毕竟他失去的只是名声和老师的工作,又不会要命!
直到女知青的屋子传来开门的动静,他才从这种怀疑人生的状态里解脱出来。
沉长林凝神听了几秒,确认脚步声有些熟悉,这才悄没声地从炕上坐起来,四周环顾一圈,确认所有人都睡着后,蹑手蹑脚的溜下炕。
生怕吵醒大家,他连鞋都不敢穿,强忍着脚底石子膈应的疼痛溜到屋外,拦下要去上厕所的洪雅萍。
突然被人扯住骼膊,洪雅萍差点儿惊叫出声,沉长林连忙伸手捂住她的嘴:“雅萍,是我,别叫!”
看清他的脸,洪雅萍松了口气,随即翻了个白眼,一把甩开捂在自己嘴上的手,压低声不满道:“大晚上的,你干什么?”
说完,她望了一眼知青睡觉的屋子,没听见动静才皱着眉说:“白天才闹了这么一出,好不容易让大家相信咱俩没关系。这要是让他们看见不是白费功夫吗?你是不是想害死我?”

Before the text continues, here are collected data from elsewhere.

"""Pairs followed through third ports, on plain arrays made from boxes and switch terms."""

import numpy as np
import pytest

from deembed.numeric.error_terms import Terms, from_boxes
from deembed.numeric.thru_chain import complete_pairs, load_match_spread


def true_terms(rng, n=4, f=5):
    def draw(*shape, size=0.3):
        return size * (rng.normal(size=shape) + 1j * rng.normal(size=shape))

    e10, e01 = 1 + draw(f, n), 1 + draw(f, n)
    forward = e01[..., :, None] * e10[..., None, :]
    return from_boxes(draw(f, n), draw(f, n), e10 * e01, forward, draw(f, n))


def hidden(terms, known):
    def hide(a):
        return np.where(known, a, np.nan)

    return Terms(
        terms.directivity,
        terms.source_match,
        terms.reflection_tracking,
        hide(terms.load_match),
        hide(terms.transmission_tracking),
        terms.isolation,
    )


@pytest.mark.parametrize(
    "pairs", [[(0, 1), (1, 2), (2, 3)], [(0, 1), (0, 2), (0, 3)], [(0, 3), (3, 1), (1, 2), (2, 0)]]
)
def test_a_connected_set_gives_every_pair(rng, pairs):
    terms = true_terms(rng)
    known = np.zeros((4, 4), dtype=bool)
    for a, b in pairs:
        known[a, b] = known[b, a] = True
    found = complete_pairs(hidden(terms, known), known)
    off = ~np.eye(4, dtype=bool)
    for name in ("load_match", "transmission_tracking"):
        np.testing.assert_allclose(getattr(found, name)[..., off], getattr(terms, name)[..., off], atol=1e-10)


def test_what_is_not_connected_stays_unknown(rng):
    known = np.zeros((4, 4), dtype=bool)
    known[0, 1] = known[1, 0] = known[2, 3] = known[3, 2] = True
    found = complete_pairs(hidden(true_terms(rng), known), known)
    assert np.isnan(found.transmission_tracking[..., 0, 2]).all()


def test_spread_is_the_largest_difference_to_the_mean(rng):
    terms = true_terms(rng, n=3)
    known = ~np.eye(3, dtype=bool)
    np.testing.assert_allclose(load_match_spread(terms, known), 0, atol=1e-15)
    terms.load_match[:, 0, 1] += 0.2
    np.testing.assert_allclose(load_match_spread(terms, known)[:, 0], 0.1, atol=1e-12)
    known[0, 2] = False
    assert (load_match_spread(terms, known)[:, 0] == 0).all()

她承认自己是喜欢沉长林,但那是在没有身份暴露危机的情况下!
她还是那副骄纵的模样,但沉长林敏锐的察觉到,这次,她不是真的在撒娇,而是发自内心的不满和责怪。
这让他白天隐约不安的猜测落了地。
可如今他能抓住的只有洪雅萍,沉长林强扯出个笑,把姿态放的更低:“雅萍,你别生气…我就是想和你说说话。”
洪雅萍啧了一声:“有什么话不能明天再说?”
非要大晚上堵人。
“我是太喜欢你。”沉长林柔和了语调,拉住洪雅萍的手:“我想让我妈也喜欢你,这才多说了两句,没想到会惹来这么多麻烦。”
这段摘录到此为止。